Each line of the listing should be reproduced exactly.
------------------------------------------------
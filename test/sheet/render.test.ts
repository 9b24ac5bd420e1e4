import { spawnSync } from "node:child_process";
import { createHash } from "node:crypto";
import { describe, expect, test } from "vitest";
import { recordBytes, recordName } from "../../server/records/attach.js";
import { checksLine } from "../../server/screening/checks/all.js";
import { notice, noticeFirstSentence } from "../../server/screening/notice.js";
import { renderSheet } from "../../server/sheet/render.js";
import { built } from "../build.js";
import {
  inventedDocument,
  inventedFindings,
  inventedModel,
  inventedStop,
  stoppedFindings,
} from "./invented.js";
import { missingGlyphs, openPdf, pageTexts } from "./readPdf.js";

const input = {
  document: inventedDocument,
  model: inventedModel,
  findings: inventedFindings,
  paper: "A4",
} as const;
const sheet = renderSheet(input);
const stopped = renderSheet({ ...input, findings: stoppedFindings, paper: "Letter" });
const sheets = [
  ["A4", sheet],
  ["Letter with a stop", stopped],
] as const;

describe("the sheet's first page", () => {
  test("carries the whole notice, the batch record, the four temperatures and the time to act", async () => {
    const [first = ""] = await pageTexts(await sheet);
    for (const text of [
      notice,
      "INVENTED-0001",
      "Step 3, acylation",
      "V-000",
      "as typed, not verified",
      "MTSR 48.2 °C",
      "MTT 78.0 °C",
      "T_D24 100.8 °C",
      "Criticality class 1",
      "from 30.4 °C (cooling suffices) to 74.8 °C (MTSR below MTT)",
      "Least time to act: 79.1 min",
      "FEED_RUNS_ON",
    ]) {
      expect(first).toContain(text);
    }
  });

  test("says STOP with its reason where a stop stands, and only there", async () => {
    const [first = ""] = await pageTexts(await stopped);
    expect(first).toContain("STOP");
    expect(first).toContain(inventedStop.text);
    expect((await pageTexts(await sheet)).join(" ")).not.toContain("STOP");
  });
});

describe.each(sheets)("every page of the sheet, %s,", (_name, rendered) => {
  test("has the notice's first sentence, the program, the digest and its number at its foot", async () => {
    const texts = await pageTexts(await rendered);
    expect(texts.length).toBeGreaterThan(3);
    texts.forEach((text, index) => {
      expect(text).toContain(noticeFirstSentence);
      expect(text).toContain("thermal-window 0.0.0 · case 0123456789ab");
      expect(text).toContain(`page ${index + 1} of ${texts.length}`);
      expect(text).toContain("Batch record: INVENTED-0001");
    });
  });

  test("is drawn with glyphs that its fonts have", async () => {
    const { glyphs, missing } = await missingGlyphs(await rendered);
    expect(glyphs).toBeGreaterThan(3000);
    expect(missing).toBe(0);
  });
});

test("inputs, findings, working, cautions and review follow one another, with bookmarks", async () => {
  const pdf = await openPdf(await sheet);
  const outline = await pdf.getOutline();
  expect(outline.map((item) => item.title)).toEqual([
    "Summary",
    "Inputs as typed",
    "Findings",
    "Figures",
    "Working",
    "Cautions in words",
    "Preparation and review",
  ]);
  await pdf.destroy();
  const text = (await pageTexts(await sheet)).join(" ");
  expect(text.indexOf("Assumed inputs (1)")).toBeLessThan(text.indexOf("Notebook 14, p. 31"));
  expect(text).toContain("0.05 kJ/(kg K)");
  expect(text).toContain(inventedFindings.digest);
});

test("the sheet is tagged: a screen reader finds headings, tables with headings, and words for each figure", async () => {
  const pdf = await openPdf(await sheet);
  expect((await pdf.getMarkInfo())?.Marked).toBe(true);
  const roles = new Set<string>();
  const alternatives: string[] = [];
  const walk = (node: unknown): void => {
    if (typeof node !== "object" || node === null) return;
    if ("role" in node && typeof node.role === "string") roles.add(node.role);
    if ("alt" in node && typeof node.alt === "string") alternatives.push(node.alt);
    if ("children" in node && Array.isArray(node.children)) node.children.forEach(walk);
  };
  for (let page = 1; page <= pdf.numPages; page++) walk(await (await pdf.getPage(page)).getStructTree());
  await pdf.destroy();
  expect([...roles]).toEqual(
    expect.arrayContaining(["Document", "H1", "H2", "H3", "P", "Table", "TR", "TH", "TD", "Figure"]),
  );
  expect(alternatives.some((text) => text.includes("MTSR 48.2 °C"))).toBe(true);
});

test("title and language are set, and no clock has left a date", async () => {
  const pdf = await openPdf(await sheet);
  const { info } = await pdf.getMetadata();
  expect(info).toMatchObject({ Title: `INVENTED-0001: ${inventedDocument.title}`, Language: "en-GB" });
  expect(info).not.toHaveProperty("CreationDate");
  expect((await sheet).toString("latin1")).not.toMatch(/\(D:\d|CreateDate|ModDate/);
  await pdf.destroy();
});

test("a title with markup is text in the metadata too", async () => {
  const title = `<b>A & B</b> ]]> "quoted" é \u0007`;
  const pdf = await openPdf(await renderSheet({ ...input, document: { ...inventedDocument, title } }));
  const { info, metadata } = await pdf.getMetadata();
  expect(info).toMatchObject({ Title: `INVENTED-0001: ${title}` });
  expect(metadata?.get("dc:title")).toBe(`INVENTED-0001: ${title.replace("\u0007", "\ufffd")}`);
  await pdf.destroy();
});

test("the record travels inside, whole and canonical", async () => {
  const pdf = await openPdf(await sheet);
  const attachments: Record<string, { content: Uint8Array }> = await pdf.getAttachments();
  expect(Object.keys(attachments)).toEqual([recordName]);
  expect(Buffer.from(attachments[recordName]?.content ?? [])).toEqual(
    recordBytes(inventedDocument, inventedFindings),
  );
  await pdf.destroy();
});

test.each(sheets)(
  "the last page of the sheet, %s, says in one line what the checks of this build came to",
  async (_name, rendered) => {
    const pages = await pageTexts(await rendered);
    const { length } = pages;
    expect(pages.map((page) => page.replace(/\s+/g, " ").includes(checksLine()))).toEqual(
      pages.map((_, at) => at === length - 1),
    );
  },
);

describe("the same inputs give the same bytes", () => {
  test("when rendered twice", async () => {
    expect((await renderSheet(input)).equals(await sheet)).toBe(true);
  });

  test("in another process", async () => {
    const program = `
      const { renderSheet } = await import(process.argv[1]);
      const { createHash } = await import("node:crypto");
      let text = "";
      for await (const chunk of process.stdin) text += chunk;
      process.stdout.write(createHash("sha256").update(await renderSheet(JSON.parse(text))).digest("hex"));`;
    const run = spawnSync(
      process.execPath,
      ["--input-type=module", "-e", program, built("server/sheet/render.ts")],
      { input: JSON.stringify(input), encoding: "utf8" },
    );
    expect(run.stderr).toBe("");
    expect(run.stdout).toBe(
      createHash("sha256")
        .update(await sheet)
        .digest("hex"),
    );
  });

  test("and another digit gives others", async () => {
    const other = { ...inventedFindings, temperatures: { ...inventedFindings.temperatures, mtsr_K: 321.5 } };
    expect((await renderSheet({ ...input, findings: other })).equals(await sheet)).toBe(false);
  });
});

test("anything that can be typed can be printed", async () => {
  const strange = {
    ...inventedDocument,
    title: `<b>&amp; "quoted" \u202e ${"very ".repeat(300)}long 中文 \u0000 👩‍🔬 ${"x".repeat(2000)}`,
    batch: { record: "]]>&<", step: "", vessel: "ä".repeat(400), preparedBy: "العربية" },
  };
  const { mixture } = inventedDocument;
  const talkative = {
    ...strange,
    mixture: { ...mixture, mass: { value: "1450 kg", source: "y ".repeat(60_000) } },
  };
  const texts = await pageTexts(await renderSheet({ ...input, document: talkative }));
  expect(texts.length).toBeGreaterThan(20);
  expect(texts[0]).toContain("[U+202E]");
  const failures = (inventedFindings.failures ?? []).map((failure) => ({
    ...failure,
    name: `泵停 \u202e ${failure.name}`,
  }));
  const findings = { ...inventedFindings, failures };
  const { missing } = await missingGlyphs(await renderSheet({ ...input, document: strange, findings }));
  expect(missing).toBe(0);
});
------------------------------------------------
_Answer section_
filename test/sheet/render.test.ts
repository 9b24ac5bd420e1e4
import { spawnSync } from "node:child_process";
import { createHash } from "node:crypto";
import { describe, expect, test } from "vitest";
import { recordBytes, recordName } from "../../server/records/attach.js";
import { checksLine } from "../../server/screening/checks/all.js";
import { notice, noticeFirstSentence } from "../../server/screening/notice.js";
import { renderSheet } from "../../server/sheet/render.js";
import { built } from "../build.js";
import {
  inventedDocument,
  inventedFindings,
  inventedModel,
  inventedStop,
  stoppedFindings,
} from "./invented.js";
import { missingGlyphs, openPdf, pageTexts } from "./readPdf.js";

const input = {
  document: inventedDocument,
  model: inventedModel,
  findings: inventedFindings,
  paper: "A4",
} as const;
const sheet = renderSheet(input);
const stopped = renderSheet({ ...input, findings: stoppedFindings, paper: "Letter" });
const sheets = [
  ["A4", sheet],
  ["Letter with a stop", stopped],
] as const;

describe("the sheet's first page", () => {
  test("carries the whole notice, the batch record, the four temperatures and the time to act", async () => {
    const [first = ""] = await pageTexts(await sheet);
    for (const text of [
      notice,
      "INVENTED-0001",
      "Step 3, acylation",
      "V-000",
      "as typed, not verified",
      "MTSR 48.2 °C",
      "MTT 78.0 °C",
      "T_D24 100.8 °C",
      "Criticality class 1",
      "from 30.4 °C (cooling suffices) to 74.8 °C (MTSR below MTT)",
      "Least time to act: 79.1 min",
      "FEED_RUNS_ON",
    ]) {
      expect(first).toContain(text);
    }
  });

  test("says STOP with its reason where a stop stands, and only there", async () => {
    const [first = ""] = await pageTexts(await stopped);
    expect(first).toContain("STOP");
    expect(first).toContain(inventedStop.text);
    expect((await pageTexts(await sheet)).join(" ")).not.toContain("STOP");
  });
});

describe.each(sheets)("every page of the sheet, %s,", (_name, rendered) => {
  test("has the notice's first sentence, the program, the digest and its number at its foot", async () => {
    const texts = await pageTexts(await rendered);
    expect(texts.length).toBeGreaterThan(3);
    texts.forEach((text, index) => {
      expect(text).toContain(noticeFirstSentence);
      expect(text).toContain("thermal-window 0.0.0 · case 0123456789ab");
      expect(text).toContain(`page ${index + 1} of ${texts.length}`);
      expect(text).toContain("Batch record: INVENTED-0001");
    });
  });

  test("is drawn with glyphs that its fonts have", async () => {
    const { glyphs, missing } = await missingGlyphs(await rendered);
    expect(glyphs).toBeGreaterThan(3000);
    expect(missing).toBe(0);
  });
});

test("inputs, findings, working, cautions and review follow one another, with bookmarks", async () => {
  const pdf = await openPdf(await sheet);
  const outline = await pdf.getOutline();
  expect(outline.map((item) => item.title)).toEqual([
    "Summary",
    "Inputs as typed",
    "Findings",
    "Figures",
    "Working",
    "Cautions in words",
    "Preparation and review",
  ]);
  await pdf.destroy();
  const text = (await pageTexts(await sheet)).join(" ");
  expect(text.indexOf("Assumed inputs (1)")).toBeLessThan(text.indexOf("Notebook 14, p. 31"));
  expect(text).toContain("0.05 kJ/(kg K)");
  expect(text).toContain(inventedFindings.digest);
});

test("the sheet is tagged: a screen reader finds headings, tables with headings, and words for each figure", async () => {
  const pdf = await openPdf(await sheet);
  expect((await pdf.getMarkInfo())?.Marked).toBe(true);
  const roles = new Set<string>();
  const alternatives: string[] = [];
  const walk = (node: unknown): void => {
    if (typeof node !== "object" || node === null) return;
    if ("role" in node && typeof node.role === "string") roles.add(node.role);
    if ("alt" in node && typeof node.alt === "string") alternatives.push(node.alt);
    if ("children" in node && Array.isArray(node.children)) node.children.forEach(walk);
  };
  for (let page = 1; page <= pdf.numPages; page++) walk(await (await pdf.getPage(page)).getStructTree());
  await pdf.destroy();
  expect([...roles]).toEqual(
    expect.arrayContaining(["Document", "H1", "H2", "H3", "P", "Table", "TR", "TH", "TD", "Figure"]),
  );
  expect(alternatives.some((text) => text.includes("MTSR 48.2 °C"))).toBe(true);
});

test("title and language are set, and no clock has left a date", async () => {
  const pdf = await openPdf(await sheet);
  const { info } = await pdf.getMetadata();
  expect(info).toMatchObject({ Title: `INVENTED-0001: ${inventedDocument.title}`, Language: "en-GB" });
  expect(info).not.toHaveProperty("CreationDate");
  expect((await sheet).toString("latin1")).not.toMatch(/\(D:\d|CreateDate|ModDate/);
  await pdf.destroy();
});

test("a title with markup is text in the metadata too", async () => {
  const title = `<b>A & B</b> ]]> "quoted" é \u0007`;
  const pdf = await openPdf(await renderSheet({ ...input, document: { ...inventedDocument, title } }));
  const { info, metadata } = await pdf.getMetadata();
  expect(info).toMatchObject({ Title: `INVENTED-0001: ${title}` });
  expect(metadata?.get("dc:title")).toBe(`INVENTED-0001: ${title.replace("\u0007", "\ufffd")}`);
  await pdf.destroy();
});

test("the record travels inside, whole and canonical", async () => {
  const pdf = await openPdf(await sheet);
  const attachments: Record<string, { content: Uint8Array }> = await pdf.getAttachments();
  expect(Object.keys(attachments)).toEqual([recordName]);
  expect(Buffer.from(attachments[recordName]?.content ?? [])).toEqual(
    recordBytes(inventedDocument, inventedFindings),
  );
  await pdf.destroy();
});

test.each(sheets)(
  "the last page of the sheet, %s, says in one line what the checks of this build came to",
  async (_name, rendered) => {
    const pages = await pageTexts(await rendered);
    const { length } = pages;
    expect(pages.map((page) => page.replace(/\s+/g, " ").includes(checksLine()))).toEqual(
      pages.map((_, at) => at === length - 1),
    );
  },
);

describe("the same inputs give the same bytes", () => {
  test("when rendered twice", async () => {
    expect((await renderSheet(input)).equals(await sheet)).toBe(true);
  });

  test("in another process", async () => {
    const program = `
      const { renderSheet } = await import(process.argv[1]);
      const { createHash } = await import("node:crypto");
      let text = "";
      for await (const chunk of process.stdin) text += chunk;
      process.stdout.write(createHash("sha256").update(await renderSheet(JSON.parse(text))).digest("hex"));`;
    const run = spawnSync(
      process.execPath,
      ["--input-type=module", "-e", program, built("server/sheet/render.ts")],
      { input: JSON.stringify(input), encoding: "utf8" },
    );
    expect(run.stderr).toBe("");
    expect(run.stdout).toBe(
      createHash("sha256")
        .update(await sheet)
        .digest("hex"),
    );
  });

  test("and another digit gives others", async () => {
    const other = { ...inventedFindings, temperatures: { ...inventedFindings.temperatures, mtsr_K: 321.5 } };
    expect((await renderSheet({ ...input, findings: other })).equals(await sheet)).toBe(false);
  });
});

test("anything that can be typed can be printed", async () => {
  const strange = {
    ...inventedDocument,
    title: `<b>&amp; "quoted" \u202e ${"very ".repeat(300)}long 中文 \u0000 👩‍🔬 ${"x".repeat(2000)}`,
    batch: { record: "]]>&<", step: "", vessel: "ä".repeat(400), preparedBy: "العربية" },
  };
  const { mixture } = inventedDocument;
  const talkative = {
    ...strange,
    mixture: { ...mixture, mass: { value: "1450 kg", source: "y ".repeat(60_000) } },
  };
  const texts = await pageTexts(await renderSheet({ ...input, document: talkative }));
  expect(texts.length).toBeGreaterThan(20);
  expect(texts[0]).toContain("[U+202E]");
  const failures = (inventedFindings.failures ?? []).map((failure) => ({
    ...failure,
    name: `泵停 \u202e ${failure.name}`,
  }));
  const findings = { ...inventedFindings, failures };
  const { missing } = await missingGlyphs(await renderSheet({ ...input, document: strange, findings }));
  expect(missing).toBe(0);
});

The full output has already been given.